Miraculously we meet with the other following car only a tad bit late, and we all make it to the train station. We get out of the car and look at the where the station is. Up three flights of stairs, not an elevator in site. She looks at me, I sigh, take her arm and we trudge up those steps one at a time. Finally up on the platform I find myself staring at her. Big, swollen fishy lips, long mink coat (do people still wear mink??), white tennis shoes with worn out soles and a chain link purse. She won’t look at me, preferring to stare off into space. My arms are folded, I’m tapping my foot more than a little agitated, wondering how I’m going to get this lady past all the masses and then…it happened. I could hear it. It all went down in slow motion…

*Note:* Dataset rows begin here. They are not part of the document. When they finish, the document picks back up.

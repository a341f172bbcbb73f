/**
 * Vitest global setup for database-backed suites: a private MariaDB on a free port with a throwaway data
 * folder, stopped and removed at the end even when tests fail. Each test file gets a fresh database.
 */
import { mkdtempSync, rmSync } from 'node:fs';
import os from 'node:os';
import path from 'node:path';
import type { TestProject } from 'vitest/node';
import { freePort } from '../../scripts/lib/free-port.js';
import { startMariaDb } from '../../scripts/lib/mariadb.js';
import { startStripeFake } from '../../scripts/lib/local-services.js';

export interface TestDbInfo {
  host: string;
  port: number;
  user: string;
  password: string;
  socket: string;
}

declare module 'vitest' {
  export interface ProvidedContext {
    testDb: TestDbInfo;
    /** The Stripe stand-in every test app talks to (one process for the run; each test makes its own customers). */
    stripeApiBase: string;
  }
}

export default async function setup(project: TestProject) {
  const dataDir = mkdtempSync(path.join(os.tmpdir(), `cleancase-test-db-${process.env.CLEANCASE_TEST_RUN ?? 'adhoc'}-`));
  const db = await startMariaDb({ dataDir, port: await freePort(), database: 'cleancase_test', user: 'cleancase_test', password: 'test-only-password' });
  project.provide('testDb', { host: db.host, port: db.port, user: db.user, password: db.password, socket: db.socket });
  const stripe = await startStripeFake(await freePort());
  project.provide('stripeApiBase', stripe.apiBase);
  return async () => {
    await stripe.stop();
    await db.stop();
    rmSync(dataDir, { recursive: true, force: true });
  };
}
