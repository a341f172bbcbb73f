import { createHash } from 'node:crypto';
import { mkdir, readFile } from 'node:fs/promises';
import { DateTime } from 'luxon';
import { afterAll, beforeAll, describe, expect, it } from 'vitest';
import { analyseCondenserPoint, backpressureAtCleanlinessKpa } from '@shared/domain/condenser/index.js';
import { saturationTemperatureC } from '@shared/domain/steam/index.js';
import { checkImportFile, importSamples, type ImportSample } from '@backend/import/parse-rows.js';
import { openTable } from '@backend/import/open-table.js';
import { guessMapping } from '@backend/import/column-mapping.js';
import { importMappingSchema } from '@shared/schemas/import-mapping.js';
import {
  DEMO_PLANTS,
  DEMO_UNITS,
  MIN_DEMO_SPAN_DAYS,
  demoImportMapping,
  demoUnit,
  generateDemoUnitData,
  writeDemoCsv,
  writeDemoFileSets,
  writeDemoXlsx,
  type DemoUnitData,
} from '@backend/seed/demo-data/index.js';
import { makeTempDir } from '../import/import-fixtures.js';

let tmp: Awaited<ReturnType<typeof makeTempDir>>;
beforeAll(async () => {
  tmp = await makeTempDir();
});
afterAll(async () => {
  await tmp.cleanup();
});

/** The day the tests make the demo on: the story then plays on the dates it is written in (2023–2025). */
const TODAY = '2026-01-01';

/**
 * Spans of history the tests play, to stay quick: the whole story (1,096 days) only where a test reads its
 * early years; SPAN_DAYS holds a planned cleaning of every unit (the last one ends 2025-05-25 as written);
 * SHORT_DAYS is the least the generator makes.
 */
const SPAN_DAYS = 280;
const SHORT_DAYS = MIN_DEMO_SPAN_DAYS;

const generated = new Map<string, DemoUnitData>();
/** The default-seed data of a unit made on TODAY (the whole story, or its last `days`), generated once per test file. */
const dataOf = (key: string, days?: number): DemoUnitData => {
  const id = `${key}:${days ?? 'all'}`;
  if (!generated.has(id)) generated.set(id, generateDemoUnitData(demoUnit(key), { today: TODAY, days }));
  return generated.get(id)!;
};
/** The plant-local day of an hour of a unit's data. */
const localDay = (data: DemoUnitData, ms: number) => DateTime.fromMillis(ms, { zone: data.timeZone }).toISODate();

const sha256 = async (file: string) =>
  createHash('sha256')
    .update(await readFile(file))
    .digest('hex');

const imported = new Map<string, ReturnType<typeof importDemoFile>>();
/** A unit's data written as a CSV or XLSX file and imported, once per data and kind. */
function importDemo(data: DemoUnitData, kind: 'csv' | 'xlsx') {
  const id = `${data.unit.key}:${data.hours.length}:${kind}`;
  if (!imported.has(id)) imported.set(id, importDemoFile(data, kind));
  return imported.get(id)!;
}
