import { existsSync } from 'node:fs';
import path from 'node:path';
import { inject } from 'vitest';
import { bootstrap, type Running } from '../../backend/src/bootstrap.js';
import { loadConfig } from '../../backend/src/config.js';
import { buildDataSource } from '../../backend/src/data-source.js';
import { sinkMessagesFor, type SinkMessageView } from '../../backend/src/mail/smtp-sink.js';
import { createEmptyDatabase } from './test-database.js';

const distDir = path.resolve(import.meta.dirname, '..', '..', 'frontend', 'dist');

/**
 * The whole product on a free port: fresh database with the demo seed, built front end, the local SMTP sink
 * and the mail delivery loop. `mailTo` reads the sink's mail from MariaDB, as the terminal would show it.
 */
export interface TestServer extends Running {
  mailTo: (to: string) => Promise<SinkMessageView[]>;
  /** Mail still waiting in the outbox, with the last delivery error: what a test names when a message never came. */
  mailWaiting: () => Promise<{ kind: string; recipient: string; attempts: number; lastError: string | null }[]>;
}

export async function startTestServer(options: { demoData?: 'full' | 'people' } = {}): Promise<TestServer> {
  if (!existsSync(path.join(distDir, 'index.html'))) {
    throw new Error('frontend/dist is missing: npm test builds it first (or run `npx vite build`)');
  }
  const db = createEmptyDatabase('e2e');
  const config = loadConfig({
    NODE_ENV: 'test',
    LOG_LEVEL: 'silent',
    PORT: '0',
    SMTP_SINK_PORT: '0',
    DB_HOST: db.host,
    DB_PORT: String(db.port),
    DB_NAME: db.database,
    DB_USER: db.user,
    DB_PASSWORD: db.password,
    DEMO_DATA: options.demoData ?? 'people',
    STRIPE_API_BASE: inject('stripeApiBase'),
  });
  // The demo is made on a fixed day, so its dates (and the browser tests that read them) are the same every run.
  const running = await bootstrap(config, { staticDir: distDir, demoDay: { today: '2026-01-01' } });
  const reader = buildDataSource(db);
  await reader.initialize();
  return {
    url: running.url,
    mailTo: (to) => sinkMessagesFor(reader, to),
    mailWaiting: () => reader.query('SELECT kind, recipient, attempts, lastError FROM mail_outbox ORDER BY createdAt'),
    close: async () => {
      await running.close();
      await reader.destroy();
    },
  };
}
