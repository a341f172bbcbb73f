/**
 * A new case's inputs, filled from the unit as the cleaning outlook does (services/derived/cleaning-outlook.ts),
 * over two years: the current cycle's fitted fouling trend, monthly CW inlet and load from the daily history,
 * prices and discount rate from the economics setup, the condenser and turbine setup, planned outages from the
 * unit's timeline and the organisation's cleaning methods. Each input says where it came from.
 */
import type { EntityManager } from 'typeorm';
import { addDays, daysBetween } from '@shared/domain/calendar/plant-date.js';
import { plantDayOf } from '@shared/domain/calendar/plant-day.js';
import { monthlyProfilesFromHistory } from '@shared/domain/decision/drivers/seasonal-drivers.js';
import { buildUnitModel } from '@shared/domain/monitoring/index.js';
import { calcScheduleInput, type CalcScheduleInput } from '@shared/schemas/calc-schedule.js';
import type { InputSources } from '@shared/schemas/cases.js';
import { TYPICAL_CLEANING_METHODS, type CleaningMethod } from '@shared/schemas/cleaning-method.js';
import { storedUnitAnalysis } from '@shared/schemas/unit-analysis.js';
import type { GeneratingUnit } from '../../entities/generating-unit.entity.js';
import type { Plant } from '../../entities/plant.entity.js';
import { UnitEvent } from '../../entities/unit-event.entity.js';
import { AppError } from '../../http/app-error.js';
import { methodsOf } from '../cleaning-method.service.js';
import { plannedOutages, pluggedTubesOn, unitSetupOf } from '../derived/unit-context.js';
import { dayText } from './day-text.js';
import { dailyMeansOf, lastDataDayOf } from './unit-history.js';

export const CASE_HORIZON_DAYS = 730;
export const CASE_TRIALS = 5000;
/** Planned outages are prefilled as far as the longest horizon a case may have, so lengthening it brings them in. */
export const OUTAGE_LOOKAHEAD_DAYS = 1830;
/** Most methods one case compares (the schedule input's limit). */
export const MAX_CASE_METHODS = 12;
/** Fewer measured months than this make the seasonal profile mostly design values (common practice: three quarters of a year). */
const MIN_MEASURED_MONTHS = 9;
/** A trend used beyond three times the span it was fitted on is an extrapolation to flag (common practice). */
const MAX_EXTRAPOLATION = 3;
const MONTHS = ['January', 'February', 'March', 'April', 'May', 'June', 'July', 'August', 'September', 'October', 'November', 'December'];
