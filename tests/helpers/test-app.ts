import type { DataSource } from 'typeorm';
import { createApp, type CleancaseApp } from '../../backend/src/app.js';
import { loadConfig, type Config } from '../../backend/src/config.js';
import { createLogger } from '../../backend/src/logger.js';
import { createMailer } from '../../backend/src/mail/mailer.js';
import { startSmtpSink, type SmtpSink } from '../../backend/src/mail/smtp-sink.js';
import { migratedDataSource } from './test-database.js';

export interface TestApp {
  app: CleancaseApp;
  dataSource: DataSource;
  config: Config;
  smtpSink: SmtpSink;
  close: () => Promise<void>;
}

/** createApp() in process against a fresh migrated database and a private SMTP sink. */
export async function createTestApp(env: Record<string, string> = {}): Promise<TestApp> {
  const { dataSource, connection } = await migratedDataSource();
  const smtpSink = await startSmtpSink(0);
  const config = loadConfig({
    NODE_ENV: 'test',
    LOG_LEVEL: 'silent',
    DB_HOST: connection.host,
    DB_PORT: String(connection.port),
    DB_NAME: connection.database,
    DB_USER: connection.user,
    DB_PASSWORD: connection.password,
    PORT: '0',
    ...env,
  });
  const app = createApp({
    config,
    dataSource,
    logger: createLogger('silent'),
    mailer: createMailer({ sinkPort: smtpSink.port, from: config.MAIL_FROM }),
    smtpSink,
  });
  return {
    app,
    dataSource,
    config,
    smtpSink,
    close: async () => {
      await app.locals.close();
      await smtpSink.close();
      await dataSource.destroy();
    },
  };
}
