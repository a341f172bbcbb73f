/**
 * Builds ZIP archives byte by byte for the upload tests, including the malformed ones a hostile sender makes:
 * a directory that understates a file's size, entries that share bytes, names with `../`, encrypted entries.
 */
import zlib from 'node:zlib';

export interface ZipPart {
  name: string;
  data: Buffer | string;
  /** 0 stored, 8 deflated (default) */
  method?: 0 | 8;
  /** The size the directory states (default: the true size). */
  statedBytes?: number;
  /** General-purpose flags (bit 0: encrypted). */
  flags?: number;
}

export function buildZip(parts: ZipPart[], options: { shareFirstEntryData?: boolean } = {}): Buffer {
  const locals: Buffer[] = [];
  const centrals: Buffer[] = [];
  let offset = 0;
  let firstOffset = 0;
  parts.forEach((p, k) => {
    const raw = Buffer.isBuffer(p.data) ? p.data : Buffer.from(p.data, 'utf8');
    const method = p.method ?? 8;
    const body = method === 8 ? zlib.deflateRawSync(raw) : raw;
    const name = Buffer.from(p.name, 'utf8');
    const crc = zlib.crc32(raw);
    const stated = p.statedBytes ?? raw.length;
    const local = Buffer.alloc(30);
    local.writeUInt32LE(0x04034b50, 0);
    local.writeUInt16LE(20, 4);
    local.writeUInt16LE(p.flags ?? 0, 6);
    local.writeUInt16LE(method, 8);
    local.writeUInt32LE(crc, 14);
    local.writeUInt32LE(body.length, 18);
    local.writeUInt32LE(stated, 22);
    local.writeUInt16LE(name.length, 26);
    const central = Buffer.alloc(46);
    central.writeUInt32LE(0x02014b50, 0);
    central.writeUInt16LE(20, 4);
    central.writeUInt16LE(20, 6);
    central.writeUInt16LE(p.flags ?? 0, 8);
    central.writeUInt16LE(method, 10);
    central.writeUInt32LE(crc, 16);
    central.writeUInt32LE(body.length, 20);
    central.writeUInt32LE(stated, 24);
    central.writeUInt16LE(name.length, 28);
    const shared = options.shareFirstEntryData && k > 0;
    central.writeUInt32LE(shared ? firstOffset : offset, 42);
    centrals.push(Buffer.concat([central, name]));
    if (k === 0) firstOffset = offset;
    if (!shared) {
      locals.push(local, name, body);
      offset += 30 + name.length + body.length;
    }
  });
  const dir = Buffer.concat(centrals);
  const end = Buffer.alloc(22);
  end.writeUInt32LE(0x06054b50, 0);
  end.writeUInt16LE(parts.length, 8);
  end.writeUInt16LE(parts.length, 10);
  end.writeUInt32LE(dir.length, 12);
  end.writeUInt32LE(offset, 16);
  return Buffer.concat([...locals, dir, end]);
}
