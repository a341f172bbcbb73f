/**
 * Cleaning cases through HTTP against a real MariaDB: a unit with six weeks of hourly history whose
 * cleanliness falls (so the recompute fits a fouling trend), a case prefilled from it, the CLI reproducing its
 * figures, edits, every status change by role, the snapshot, comments, copies, mail and the refusals.
 */
import { spawnSync } from 'node:child_process';
import ExcelJS from 'exceljs';
import { PDFParse } from 'pdf-parse';
import type TestAgent from 'supertest/lib/agent.js';
import { afterAll, beforeAll, describe, expect, it } from 'vitest';
import { addDays, daysBetween } from '@shared/domain/calendar/plant-date.js';
import { plantDayOf } from '@shared/domain/calendar/plant-day.js';
import { ENGINE_VERSION } from '@shared/domain/decision/schedule/engine-version.js';
import { runScheduleCommand } from '@shared/domain/decision/schedule/schedule-command.js';
import { caseView, type CaseView } from '@shared/schemas/cases.js';
import { storedUnitAnalysis } from '@shared/schemas/unit-analysis.js';
import { formatCurrency, formatDay } from '@shared/text/display-format.js';
import { dayText } from '../../backend/src/services/cases/day-text.js';
import { drainJobs } from '../../backend/src/jobs/job-worker.js';
import { JOB_HANDLERS } from '../../backend/src/jobs/job-handlers.js';
import { GeneratingUnit } from '../../backend/src/entities/generating-unit.entity.js';
import type { Plant } from '../../backend/src/entities/plant.entity.js';
import { methodsOf, seedTypicalMethods } from '../../backend/src/services/cleaning-method.service.js';
import { addMember, createTenant, createUser, CSRF, signedInAgent, type TenantFixture } from '../factories/accounts.js';
import { createPlant, createUnit, TEST_CONDENSER, TEST_ECONOMICS, TEST_TURBINE } from '../factories/units.js';
import { createTestApp, type TestApp } from '../helpers/test-app.js';
import { makeTempDir, physicalHistory, US_MAPPING, writeHistorianCsv } from '../helpers/historian-files.js';

const H = 24;
const DAYS = 42;
/** Fouling as a linear rise of the fouling resistance: 0.90 after a cleaning, 0.80 after 35 days (made-up test data). */
const CF0 = 0.9;
const K = (1 / 0.8 - 1 / CF0) / 35;
const cleanlinessAt = (hour: number) => 1 / (1 / CF0 + (K * hour) / H);
const TIME_ZONE = 'America/Chicago';
/** What a value reads as after JSON (the API's answer): −0 becomes 0, nothing else changes. */
const overJson = <T>(v: T): T => JSON.parse(JSON.stringify(v)) as T;
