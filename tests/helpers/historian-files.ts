/**
 * Historian files for the API tests: hourly rows made physical with the engineering core (the measured
 * point of a given cleanliness, ENGINEERING.md §3), written as a US-unit CSV or XLSX in a temp dir.
 */
import { mkdtemp, rm, writeFile } from 'node:fs/promises';
import { tmpdir } from 'node:os';
import path from 'node:path';
import ExcelJS from 'exceljs';
import { backpressureAtCleanlinessKpa, cwRiseK, type CondenserGeometry } from '@shared/domain/condenser/index.js';
import { liquidDensityKgM3 } from '@shared/domain/steam/index.js';
import type { ImportMappingInput } from '@shared/schemas/import-mapping.js';
import type { CondenserSetup, TurbineSetup } from '@shared/schemas/unit-setup.js';

/** NIST SP 811 (2008), B.8: 1 inHg (conventional, 32 °F) = 3.386389 kPa. */
const KPA_PER_INHG = 3.386389;
/** NIST SP 811 (2008), B.8: 1 US liquid gallon = 3.785411784 × 10⁻³ m³ (exact). */
const M3_PER_US_GALLON = 3.785411784e-3;
const cToF = (c: number) => c * 1.8 + 32;

export const US_HEADERS = ['Timestamp', 'Gross MW', 'BP inHgA', 'CW In Temp F', 'CW Out Temp F', 'CW Flow gpm'] as const;

/** The mapping a user would confirm for US_HEADERS files with ISO 8601 timestamps. */
export const US_MAPPING: ImportMappingInput = {
  timestamp: { column: 'Timestamp', format: 'iso-8601-offset' },
  columns: {
    grossLoad: { column: 'Gross MW', unit: 'MW' },
    backpressure: { column: 'BP inHgA', unit: 'inHg' },
    cwInletTemperature: { column: 'CW In Temp F', unit: 'degF' },
    cwOutletTemperature: { column: 'CW Out Temp F', unit: 'degF' },
    cwFlow: { column: 'CW Flow gpm', unit: 'gpm' },
  },
};

/** One hour of plant operation: the truth in SI and its US-unit cells as written to the file. */
export interface HistorianRow {
  timestampUtc: number;
  loadMw: number;
  cwInletC: number;
  cwOutletC: number;
  cwFlowM3s: number;
  backpressureKpa: number;
  /** cleanliness the row was generated with (NaN for rows made non-physical on purpose) */
  cleanliness: number;
  cells: string[];
}

export interface HistoryOptions {
  startUtc: number;
  hours: number;
  condenser: CondenserSetup;
  turbine: TurbineSetup;
  /** Cleanliness at an hour from the start (default 0.85). */
  cleanlinessAt?: (hour: number) => number;
  /** Plugged tubes at an hour from the start (default: the setup's). */
  pluggedTubesAt?: (hour: number) => number;
  /** Gross load at an hour (default: about 88 % of rating with a small daily swing). */
  loadAt?: (hour: number) => number;
}

export const geometryOf = (c: CondenserSetup): CondenserGeometry => ({
  surfaceM2: c.surfaceM2,
  tubeCount: c.tubeCount,
  passes: c.passes,
  tubeOdMm: c.tubeOdMm,
  tubeBwg: c.tubeBwg,
  tubeMaterial: c.tubeMaterial,
});

/** Heat-balance duty at a load fraction, linear between the setup's points (as the unit model reads it). */
function heatBalanceDutyMw(turbine: TurbineSetup, loadFraction: number): number {
  const pts = [...turbine.heatBalanceDuty].sort((a, b) => a.loadFraction - b.loadFraction);
  let i = 0;
  while (i < pts.length - 2 && loadFraction > pts[i + 1]!.loadFraction) i++;
  const [a, b] = [pts[i]!, pts[i + 1]!];
  return a.dutyMw + ((b.dutyMw - a.dutyMw) * (loadFraction - a.loadFraction)) / (b.loadFraction - a.loadFraction);
}

export function isoUtc(ms: number): string {
  return new Date(ms).toISOString().replace('.000Z', 'Z');
}

/** US-unit cells of a row, with enough digits that the SI values come back to about 1e-6. */
export function usCells(r: Omit<HistorianRow, 'cells' | 'cleanliness'>): string[] {
  return [
    isoUtc(r.timestampUtc),
    r.loadMw.toFixed(3),
    (r.backpressureKpa / KPA_PER_INHG).toFixed(6),
    cToF(r.cwInletC).toFixed(5),
    cToF(r.cwOutletC).toFixed(5),
    (r.cwFlowM3s / (M3_PER_US_GALLON / 60)).toFixed(1),
  ];
}

/**
 * Hourly rows: load and CW inlet follow a daily swing, the duty comes from the heat balance, the rise from
 * Q = W·cp·Δt (cwRiseK) and the backpressure from the condenser model at the row's cleanliness, so that
 * the measured cleanliness of each row is the one it was generated with.
 */
export function physicalHistory(o: HistoryOptions): HistorianRow[] {
  const geometry = geometryOf(o.condenser);
  const rows: HistorianRow[] = [];
  for (let h = 0; h < o.hours; h++) {
    const loadMw = o.loadAt ? o.loadAt(h) : 0.88 * o.turbine.ratingMw + 4 * Math.sin((2 * Math.PI * h) / 24);
    const cwInletC = 22 + 2.5 * Math.sin((2 * Math.PI * (h - 9)) / 24);
    const cwFlowM3s = 14.5;
    const cleanliness = o.cleanlinessAt ? o.cleanlinessAt(h) : 0.85;
    const pluggedTubes = o.pluggedTubesAt ? o.pluggedTubesAt(h) : o.condenser.pluggedTubes;
    const dutyMw = heatBalanceDutyMw(o.turbine, loadMw / o.turbine.ratingMw);
    const rise = cwRiseK(cwInletC, liquidDensityKgM3(cwInletC) * cwFlowM3s, dutyMw);
    const backpressureKpa = backpressureAtCleanlinessKpa({ geometry, cwInletC, cwFlowM3s, dutyMw, pluggedTubes, cleanliness });
    const base = { timestampUtc: o.startUtc + h * 3_600_000, loadMw, cwInletC, cwOutletC: cwInletC + rise, cwFlowM3s, backpressureKpa };
    rows.push({ ...base, cleanliness, cells: usCells(base) });
  }
  return rows;
}

export async function makeTempDir(): Promise<{ dir: string; file: (name: string) => string; cleanup: () => Promise<void> }> {
  const dir = await mkdtemp(path.join(tmpdir(), 'cleancase-api-import-'));
  return { dir, file: (name) => path.join(dir, name), cleanup: () => rm(dir, { recursive: true, force: true }) };
}

export async function writeCsvLines(filePath: string, lines: string[]): Promise<string> {
  await writeFile(filePath, lines.join('\r\n') + '\r\n', 'utf8');
  return filePath;
}

export function csvLines(rows: { cells: string[] }[], headers: readonly string[] = US_HEADERS): string[] {
  return [headers.join(','), ...rows.map((r) => r.cells.join(','))];
}

export async function writeHistorianCsv(filePath: string, rows: { cells: string[] }[], headers: readonly string[] = US_HEADERS): Promise<string> {
  return writeCsvLines(filePath, csvLines(rows, headers));
}

/** The same table as an XLSX workbook: timestamps as text, every other cell as a number. */
export async function writeHistorianXlsx(filePath: string, rows: { cells: string[] }[], headers: readonly string[] = US_HEADERS): Promise<string> {
  const wb = new ExcelJS.stream.xlsx.WorkbookWriter({ filename: filePath, useStyles: false, useSharedStrings: true });
  const sheet = wb.addWorksheet('History');
  sheet.addRow([...headers]).commit();
  for (const r of rows) sheet.addRow(r.cells.map((c, k) => (k === 0 ? c : Number(c)))).commit();
  sheet.commit();
  await wb.commit();
  return filePath;
}
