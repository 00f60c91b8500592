"""One organisation of the portfolio, built step by step: people, registry, temperatures and meters, then
the filter-check history with its findings (skipped when the shipped libraries lack the filter check)."""

from __future__ import annotations

from .common import GenerationRun, OrgSummary
from .findings import findings_create, readings_create
from .history import Fleet, inspections_create, meters_create, temperatures_create, visits_create
from .people import people_create, tokens_create
from .registry import ahus_create, components_create, sites_create


def organisation_build(*, org, slug: str, n_sites: int, n_ahus: int, run: GenerationRun) -> OrgSummary:
    """``n_sites`` sites and ``n_ahus`` units of ``org`` with their people and history; usernames start
    with ``slug``."""
    n_techs = max(2, min(40, n_ahus // 250))
    people = people_create(org=org, slug=slug, n_techs=n_techs, rng=run.rng, password=run.password)
    techs = [u for name, u in people.items() if "-tech" in name]
    supervisor = people[f"{slug}-supervisor"]
    manager = people[f"{slug}-manager"]
    sites, buildings = sites_create(org=org, slug=slug, n_sites=n_sites, manager=manager, run=run)
    ahus, kinds = ahus_create(buildings=buildings, n_ahus=n_ahus, run=run)
    fleet = Fleet(
        org=org,
        ahus=ahus,
        techs=techs,
        supervisor=supervisor,
        filters_by_ahu=components_create(ahus=ahus, kinds=kinds, run=run),
    )
    temperatures_create(sites=sites, run=run)
    hours_at = meters_create(ahus=ahus, run=run)
    history_create(fleet=fleet, hours_at=hours_at, run=run)
    return OrgSummary(
        org.pk,
        slug,
        [s.pk for s in sites],
        [a.pk for a in ahus],
        supervisor.username,
        [t.username for t in techs],
        manager.username,
        tokens_create(people.values(), run.rng),
    )


def history_create(*, fleet: Fleet, hours_at: dict, run: GenerationRun) -> None:
    """The quarterly filter-check visits, their inspections, readings and findings; counted as
    ``history_skipped`` when the shipped libraries have no filter check to write them for."""
    from inspections.models import ChecklistItem
    from scheduling.models import TaskDefinition

    filter_task = TaskDefinition.objects.filter(organisation__isnull=True, code="filter_check").first()
    items = {
        (i.template.code, i.key): i
        for i in ChecklistItem.objects.select_related("template").filter(
            template__code__in=["visit", "filter_check"], template__version=1
        )
    }
    if filter_task is None or ("filter_check", "dp") not in items:
        run.counts["history_skipped"] = 1
        return
    wos, plan = visits_create(fleet=fleet, filter_task=filter_task, run=run)
    inspections = inspections_create(fleet=fleet, wos=wos, plan=plan, run=run)
    evaluations, eval_meta = readings_create(
        fleet=fleet, inspections=inspections, plan=plan, items=items, hours_at=hours_at, run=run
    )
    findings_create(fleet=fleet, evaluations=evaluations, eval_meta=eval_meta, run=run)
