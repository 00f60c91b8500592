"""What the generator's steps share: the summaries it answers with, one run's options, and bulk writes."""

from __future__ import annotations

import datetime as dt
import random
from dataclasses import dataclass, field

from .names import LabelCodes

BENCH_PASSWORD = "bench-pass-not-secret-1"  # a throwaway bench database only
BATCH = 2000


@dataclass
class OrgSummary:
    organisation_id: int
    slug: str
    site_ids: list[int]
    ahu_ids: list[int]
    supervisor: str
    technicians: list[str]
    property_manager: str
    tokens: dict[str, str] = field(default_factory=dict)


@dataclass
class Portfolio:
    main: OrgSummary
    other: OrgSummary
    today: dt.date
    counts: dict[str, int] = field(default_factory=dict)


@dataclass
class GenerationRun:
    """What every organisation of one generation shares: the years of history up to ``today``, the seeded
    generator and the label codes drawn from it, the users' password hash, and the rows written so far."""

    years: int
    today: dt.date
    rng: random.Random
    codes: LabelCodes
    password: str
    counts: dict[str, int] = field(default_factory=dict)

    def counted(self, name: str, rows: int) -> None:
        """Add ``rows`` to the count of ``name``."""
        self.counts[name] = self.counts.get(name, 0) + rows


def aware(day: dt.date, hour: int = 9, minute: int = 0) -> dt.datetime:
    return dt.datetime(day.year, day.month, day.day, hour, minute, tzinfo=dt.UTC)


def bulk(model, rows: list) -> list:
    return model.objects.bulk_create(rows, batch_size=BATCH)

I heard the chain pop on her likely 40 year old purse. In what seemed like slow motion, the purse fell to the ground…hit…and exploded into a million pieces. I couldn’t keep my shock to myself finding myself simply saying, “What?! What?!!” – to which she replied, “Ahh fu&%!” My friend, that had witnessed the entire experience from hotel to the train, fell on the floor in tears with laughter. All I could say to my poor mom was, “You’re a very wealthy woman, why do you have such junky things?!” Typical mom, her reply was the best, “That’s my BEST purse!”
“Ah f#%&! is right!” Somehow we got through all of it and got to the party. There were over 400 people there celebrating my brother’s new business success. Mom puffed out her chest, and through puffy lips, and white Reeboks told each and every person there what a genius her son was. Yes…truly takes after his mom.
I love you mom…I’m so happy that you still find this story so entertaining each time I tell it to you. Even 4 years later. You’re the best.